The performance of the cluster is directly impacted by the shard key, so caution should be taken when selecting it. The performance or scaling problems can result from an inefficient shard key's uneven chunk allocation. By altering your shard key, you can always modify your data distribution plan. To select the ideal shard key for you, consult the accompanying documentation.

To guarantee that each shard has the same amount of chunks at all times, a background function known as the balancer automatically migrates chunks across the shards.

Sharding Strategy :

MongoDB supports two sharding strategies for distributing data across sharded clusters :

Hashed Sharding : The process of hashing includes calculating the value of the shard key field. The hashed shard key values are used to give each chunk a range. Although a group of shard keys might be "close," it's doubtful that their hashed values would be on the same chunk. In particular for data sets where the shard key varies monotonically, data distribution based on hashed values makes distribution more even. Hashed sharding in Mongodb, however, does not offer effective range-based processes.

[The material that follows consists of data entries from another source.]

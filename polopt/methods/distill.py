"""Distillation of a target distribution into a policy (here: best-of-n of the reference).

Minimises ``KL(target || pi) = sum_y target(y) (log target(y) - log pi(y))``,
prompt-weighted, which is maximum likelihood on draws from the target.

Estimators (``method.estimator``):
- ``exact``: the cross-entropy against the given target distribution (X, K).
- ``sampled``: maximum likelihood on ``method.n_samples`` draws per prompt of
  best-of-n, drawn once by :func:`sample_best_of_n` from the reference and the
  rewards (an implementation independent of the task's exact formula).
"""

from __future__ import annotations

from collections.abc import Callable

import torch

from polopt.methods.environment import FiniteEnvironment
from polopt.methods.rl import check_estimator

Tensor = torch.Tensor


def sample_best_of_n(env: FiniteEnvironment, n: int, per_prompt: int, generator: torch.Generator) -> Tensor:
    """Best-of-n draws: n responses from pi_ref, keep the first drawn of those with the largest
    reward. Returns (X, per_prompt) response indices."""
    if env.rewards is None:
        env.reward(torch.zeros(1, dtype=torch.long), torch.zeros(1, dtype=torch.long))  # raises the named error
    out = []
    for x in range(env.n_prompts):
        draws = torch.multinomial(env.reference[x].exp(), per_prompt * n, replacement=True,
                                  generator=generator).reshape(per_prompt, n)  # (S, n)
        rewards = env.rewards[x][draws]  # (S, n)
        first_best = (rewards == rewards.max(-1, keepdim=True).values).to(torch.int8).argmax(-1)  # first maximum
        out.append(draws.gather(1, first_best[:, None])[:, 0])
    return torch.stack(out)  # (X, S)


def empirical_distribution(samples: Tensor, n_responses: int) -> Tensor:
    """Share of each response among the draws, (X, S) -> (X, K) float64."""
    counts = torch.stack([torch.bincount(row, minlength=n_responses) for row in samples])
    return counts.double() / samples.shape[1]


def distill_objective(policy: torch.nn.Module, env: FiniteEnvironment, *, target: Tensor | None = None,
                      estimator: str = "exact", n: int = 4, n_samples: int = 4096,
                      generator: torch.Generator | None = None) -> Callable[[int], tuple[Tensor, dict]]:
    """The per-step objective of :func:`polopt.training.loop.optimise`: KL(target || pi).

    ``target`` (X, K) is needed for ``exact``; ``sampled`` draws its own data.
    """
    check_estimator(estimator)
    if estimator == "exact":
        if target is None:
            raise ValueError("method.estimator=exact needs the exact target distribution; the task gives none")
        data = target
    else:
        if not isinstance(n_samples, int) or n_samples < 1:
            raise ValueError(f"method.n_samples must be a positive integer, got {n_samples!r}")
        generator = generator or torch.Generator().manual_seed(0)
        draws = sample_best_of_n(env, n, n_samples, generator)  # (X, S)
        data = empirical_distribution(draws, env.reference.shape[1]).to(env.reference.dtype)  # same loss as MLE
    entropy = -(env.prompt_weights * torch.special.xlogy(data, data).sum(-1)).sum()

    def objective(step: int) -> tuple[Tensor, dict]:
        logp = policy.log_distribution()  # (X, K)
        cross = -(env.prompt_weights * (data * logp).sum(-1)).sum()
        return cross, {"kl_to_data": float(cross.detach() - entropy)}

    return objective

Ranged sharding: Based on the values of the shard key, ranged sharding in Mongodb splits data into ranges. Then, depending on the shard key values, a range is given to each chunk. The likelihood of several shard keys with "close" values being present on the same block increases. As a result, operations can be directed to only the fragments that hold the necessary data, enabling targeted operations.

Implementation of Sharding in MongoDB

The Database-as-a-Service that makes sharded cluster implementation simple, MongoDB Atlas, is the most practical, cost-efficient, and simple method to deploy and manage a sharded cluster.